The Horizontal Pod Autoscaler (HPA) in Kubernetes, when configured for vLLM, doesn’t actually measure vLLM’s inference throughput directly; it relies on underlying metrics that correlate with vLLM’s load.
Let’s see this in action. Imagine we have a vLLM deployment serving requests, and we want it to scale up when it’s getting swamped.
apiVersion: apps/v1
kind: Deployment
metadata:
name: vllm-inference
spec:
replicas: 1
selector:
matchLabels:
app: vllm-inference
template:
metadata:
labels:
app: vllm-inference
spec:
containers:
- name: vllm
image: vllm/vllm-openai:latest
ports:
- containerPort: 8000
resources:
limits:
cpu: "2"
memory: "4Gi"
requests:
cpu: "1"
memory: "2Gi"
command: ["python", "-m", "vllm.entrypoints.openai.api_server"]
args:
- "--model=meta-llama/Llama-2-7b-chat-hf"
- "--host=0.0.0.0"
- "--port=8000"
- "--tensor-parallel-size=1"
- "--max-model-len=4096"
- "--gpu-memory-utilization=0.9"
---
apiVersion: v1
kind: Service
metadata:
name: vllm-service
spec:
selector:
app: vllm-inference
ports:
- protocol: TCP
port: 80
targetPort: 8000
---
apiVersion: autoscaling/v1
kind: HorizontalPodAutoscaler
metadata:
name: vllm-hpa
spec:
scaleTargetRef:
apiVersion: apps/v1
kind: Deployment
name: vllm-inference
minReplicas: 1
maxReplicas: 5
targetCPUUtilizationPercentage: 70
This HPA configuration targets targetCPUUtilizationPercentage: 70. When the average CPU utilization across all vLLM pods exceeds 70%, the HPA will try to create more pods. Conversely, if it drops below that, it will scale down.
The problem is, vLLM is heavily GPU-bound. While it uses CPU for some tasks (like request parsing and batching logic), its primary bottleneck for inference speed is GPU compute and memory bandwidth. If you only configure CPU-based scaling, your HPA might not react quickly enough, or at all, to actual inference load.
To effectively scale vLLM on Kubernetes, you need to leverage GPU metrics. This typically involves setting up the Kubernetes device-plugin for your GPU vendor (NVIDIA, AMD) and then configuring the HPA to use GPU utilization or requests.

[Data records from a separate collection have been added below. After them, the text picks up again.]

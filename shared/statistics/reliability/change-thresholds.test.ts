import { describe, expect, it } from 'vitest'
import { minimalDetectableChange } from './minimal-detectable-change.ts'
import { smallestWorthwhileChange } from './smallest-worthwhile-change.ts'
import { standardErrorOfMeasurement } from './standard-error-of-measurement.ts'

describe('the standard error of measurement', () => {
  it('is SD·√(1 − ICC)', () => expect(standardErrorOfMeasurement(10, 0.91)).toBeCloseTo(3, 12))
  it('is nothing where measurements repeat perfectly', () =>
    expect(standardErrorOfMeasurement(10, 1)).toBe(0))
  it('is more than the SD where the ICC is below zero', () => {
    expect(standardErrorOfMeasurement(10, -0.2)).toBeGreaterThan(10)
  })

  it.each([
    [10, 1.1],
    [-1, 0.5],
    [NaN, 0.5],
    [10, NaN],
    [Infinity, 0.5],
  ])('is absent for SD %d and ICC %d', (sd, icc) => {
    expect(standardErrorOfMeasurement(sd, icc)).toBeNull()
  })
})

describe('the minimal detectable change', () => {
  it('is 1.96·√2·SEM by the normal distribution', () => {
    expect(minimalDetectableChange(1)).toBeCloseTo(1.959963984540054 * Math.SQRT2, 13)
  })

  it('is larger by Student’s t, and comes to the normal one with the degrees of freedom', () => {
    expect(minimalDetectableChange(1, 0.95, 7)).toBeCloseTo(2.364624251592785 * Math.SQRT2, 12)
    expect(minimalDetectableChange(1, 0.95, 1e9)).toBeCloseTo(minimalDetectableChange(1) ?? 0, 7)
  })

  it('grows with the coverage asked for, and with the SEM', () => {
    expect(minimalDetectableChange(1, 0.99)).toBeGreaterThan(minimalDetectableChange(1, 0.9) ?? Infinity)
    expect(minimalDetectableChange(2e300)).toBeCloseTo(2e300 * 1.959963984540054 * Math.SQRT2, -290)
    expect(minimalDetectableChange(0)).toBe(0)
  })

  it.each([
    [NaN, Infinity],
    [-1, Infinity],
    [Infinity, Infinity],
    [1, 0],
    [1, NaN],
  ])('is absent for a SEM of %d with %d degrees of freedom', (sem, dof) => {
    expect(minimalDetectableChange(sem, 0.95, dof)).toBeNull()
  })
})

describe('the smallest worthwhile change', () => {
  it('is a fifth of the spread between subjects', () =>
    expect(smallestWorthwhileChange(5)).toBeCloseTo(1, 14))
  it('is of their true spread where the typical error is known', () => {
    expect(smallestWorthwhileChange(5, 3)).toBeCloseTo(0.8, 14)
    expect(smallestWorthwhileChange(5, 3, 0.5)).toBeCloseTo(2, 14)
  })

  it.each([
    ['no spread', 0, 0],
    ['an error as large as the spread', 3, 3],
    ['an error larger than the spread', 3, 4],
    ['NaN', NaN, 0],
    ['NaN as the error', 3, NaN],
    ['an error below zero', 3, -1],
    ['infinity', Infinity, 0],
  ])('is absent with %s', (_what, sd, error) => {
    expect(smallestWorthwhileChange(sd, error)).toBeNull()
  })
})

Here’s a more appropriate HPA configuration using GPU utilization:
apiVersion: autoscaling/v2
kind: HorizontalPodAutoscaler
metadata:
name: vllm-gpu-hpa
spec:
scaleTargetRef:
apiVersion: apps/v1
kind: Deployment
name: vllm-inference
minReplicas: 1
maxReplicas: 5
metrics:
- type: Resource
resource:
name: nvidia.com/gpu # Or amd.com/gpu, depending on your hardware
target:
type: Utilization
averageUtilization: 80 # Target 80% GPU utilization
This HPA configuration targets nvidia.com/gpu (or your specific GPU resource) and aims for an averageUtilization of 80%. This means the HPA will watch the actual GPU utilization of your vLLM pods. When the average GPU utilization across all pods goes above 80%, it will trigger a scale-up event by creating new vLLM pods. When it drops below, it will scale down.

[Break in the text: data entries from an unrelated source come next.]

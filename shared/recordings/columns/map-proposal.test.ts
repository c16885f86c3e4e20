import { describe, expect, it } from 'vitest'
import { makeJump } from '../../../seed/synthetic/jump.ts'
import { recordJump } from '../../../seed/synthetic/record.ts'
import { proposeMapOf, readRecording } from '../read-recording.ts'
import type { MapRequest } from '../result.ts'

const { channels } = recordJump(makeJump({ stanceS: 0.5 }), { durationS: 1.9, sampleRateHz: 100 })
const left = Array.from(channels.left ?? [], (newtons) => newtons * 1.06)
const right = Array.from(channels.right ?? [], (newtons) => newtons * 0.94)

const file = (head: string, ...columns: ((row: number) => string)[]): Uint8Array => {
  const rows = left.map((_, row) => columns.map((column) => column(row)).join(','))
  return new TextEncoder().encode([...(head === '' ? [] : [head]), ...rows].join('\n') + '\n')
}
const seconds = (row: number): string => (row / 100).toFixed(2)
const leftN = (row: number): string => (left[row] ?? 0).toFixed(2)
const rightN = (row: number): string => (right[row] ?? 0).toFixed(2)

function requestOf(bytes: Uint8Array): MapRequest {
  const result = readRecording(bytes, 'a.csv')
  if (result.ok || !result.needsMap) throw new Error('The file was expected to wait for its map.')
  return result.needsMap
}

describe('a file whose columns only a person can settle', () => {
  const request = requestOf(file('', seconds, leftN, rightN))

  it('comes with a map that is likely and that reads it once it is confirmed', () => {
    expect(request.proposal.map).toMatchObject({
      time: { index: 0, unit: 's' },
      forces: [
        { index: 1, unit: 'N', channel: 'left' },
        { index: 2, unit: 'N', channel: 'right' },
      ],
    })
    expect(request.proposal.confidence).toBeLessThan(0.5)
    const confirmed = readRecording(file('', seconds, leftN, rightN), 'a.csv', { map: request.proposal.map })
    expect(confirmed.ok && Object.keys(confirmed.recording.channels)).toStrictEqual(['left', 'right'])
  })

  it('says of each column how sure it is, why, and what else it could be', () => {
    const [time, force] = request.proposal.columns
    expect(time).toMatchObject({ role: { kind: 'time', unit: 's' }, confidence: 0.4 })
    expect(force?.reasons).toStrictEqual(['It has no heading, and moves as a force does.'])
    expect(force?.alternatives[0]).toStrictEqual({ kind: 'force', channel: 'right', unit: 'N' })
    expect(force?.alternatives).toContainEqual({ kind: 'unused' })
  })

  it('shows its first rows and a mini trace of each column', () => {
    const { preview } = request
    expect(preview.rows).toHaveLength(8)
    expect(preview.rows[0]).toStrictEqual(['0.00', leftN(0), rightN(0)])
    expect(preview.traces.map(({ index }) => index)).toStrictEqual([0, 1, 2])
    expect(Math.max(...(preview.traces[1]?.greatest ?? []))).toBeCloseTo(Math.max(...left), 1)
    expect(preview.traces[1]?.least).toHaveLength(120)
  })

  it('waits for its rate where nothing states it, and is read with the one that is confirmed', () => {
    const untimed = file('Left (N),Right (N)', leftN, rightN)
    const { proposal } = requestOf(untimed)
    expect(proposal.map.time).toBeNull()
    const read = readRecording(untimed, 'a.csv', { map: { ...proposal.map, sampleRateHz: 100 } })
    expect(read).toMatchObject({ ok: true, recording: { sampleRateHz: 100 } })
  })

  it('shows nothing of a cell that could be taken for something else', () => {
    const { preview } = requestOf(file('Time (s),Le\u202Eft', seconds, leftN))
    expect(preview.headings[1]).toBe('Le\uFFFDft')
  })
})

describe('proposeMapOf', () => {
  it('explains a map that needs nobody, so that it can be changed all the same', () => {
    const proposed = proposeMapOf(
      file('Time (s),Left (N),Right (N),Phase', seconds, leftN, rightN, () => 'stance'),
    )
    expect(proposed.ok && proposed.request.proposal).toMatchObject({
      confidence: 1,
      columns: [
        { role: { kind: 'time' } },
        {},
        {},
        { role: { kind: 'unused' }, reasons: ['It holds no numbers.'] },
      ],
    })
  })

  it('is less sure of what the weight decides than of what a heading says', () => {
    const shear = (row: number): string => (10 * Math.sin(row / 7)).toFixed(2)
    const proposed = proposeMapOf(file('Time (s),Fx (N),Fy (N),Fz (N)', seconds, shear, leftN, shear))
    const column = proposed.ok ? proposed.request.proposal.columns[2] : undefined
    expect(column).toMatchObject({ role: { kind: 'force' }, confidence: 0.8 })
    expect(column?.reasons).toContain('Of the components of its plate it carries the weight.')
  })
})

describe('the fingerprint of a head', () => {
  const printOf = (head: string, separator = ','): string => {
    const result = proposeMapOf(
      new TextEncoder().encode(
        new TextDecoder().decode(file(head, seconds, leftN, rightN)).replaceAll(',', separator),
      ),
    )
    if (!result.ok) throw new Error(result.error.sentence)
    return result.request.fingerprint
  }

  it('is the same however the same headings are spaced, written and delimited', () => {
    const print = printOf('Time (s),Left (N),Right (N)')
    expect(print).toMatch(/^[0-9a-f]{32}$/u)
    expect(printOf('time (s), LEFT (N),Right  (N)')).toBe(print)
    expect(printOf('"Time (s)","Left (N)","Right (N)"')).toBe(print)
    expect(printOf('Time (s),Left (N),Right (N)', ';')).toBe(print)
  })

  it('finds a map that fits, whatever the case of the headings', () => {
    const map = {
      time: { index: 0, name: 'time (S)', unit: 's' },
      forces: [{ index: 1, name: 'LEFT  (n)', unit: 'N', channel: 'single' }],
    } as const
    const read = readRecording(file('Time (s),Left (N),Right (N)', seconds, leftN, rightN), 'a.csv', {
      map: { ...map, forces: [...map.forces] },
    })
    expect(read.ok && Object.keys(read.recording.channels)).toStrictEqual(['single'])
  })

  it('differs with headings, their order and their units', () => {
    const prints = [
      'Time (s),Left (N),Right (N)',
      'Time (s),Right (N),Left (N)',
      'Time (s),Left (kN),Right (kN)',
      '',
    ].map((head) => printOf(head))
    expect(new Set(prints).size).toBe(4)
  })
})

For this to work, your Kubernetes nodes must have the appropriate GPU device plugin installed and running, and your vLLM pods must be requesting GPUs. The resources.limits and resources.requests in the deployment manifest should include your GPU resource. For example:
resources:
limits:
nvidia.com/gpu: 1 # Request 1 GPU per pod
requests:
nvidia.com/gpu: 1 # Request 1 GPU per pod
The averageUtilization for GPUs is calculated based on the total allocated GPU resources (limits.nvidia.com/gpu) for a pod. If a pod requests 1 GPU and its utilization is 70%, the HPA sees 0.7 * 1 = 0.7 GPUs used. If it requests 2 GPUs and uses 70% of both, it sees 1.4 GPUs used. The HPA then sums these up across all pods and compares it to the sum of requested GPUs across all pods (scaled by the target utilization percentage) to determine if a scale-up or scale-down is needed.
The crucial insight is that the HPA doesn’t understand vLLM’s internal state (like queue length or tokens per second). It only sees resource utilization as reported by the Kubernetes metrics server, which, when configured correctly with GPU device plugins, provides a direct proxy for inference load.
The next challenge you’ll face is tuning the target values (e.g., averageUtilization: 80) and maxReplicas to find a sweet spot that balances performance, cost, and responsiveness without causing excessive flapping or over-provisioning.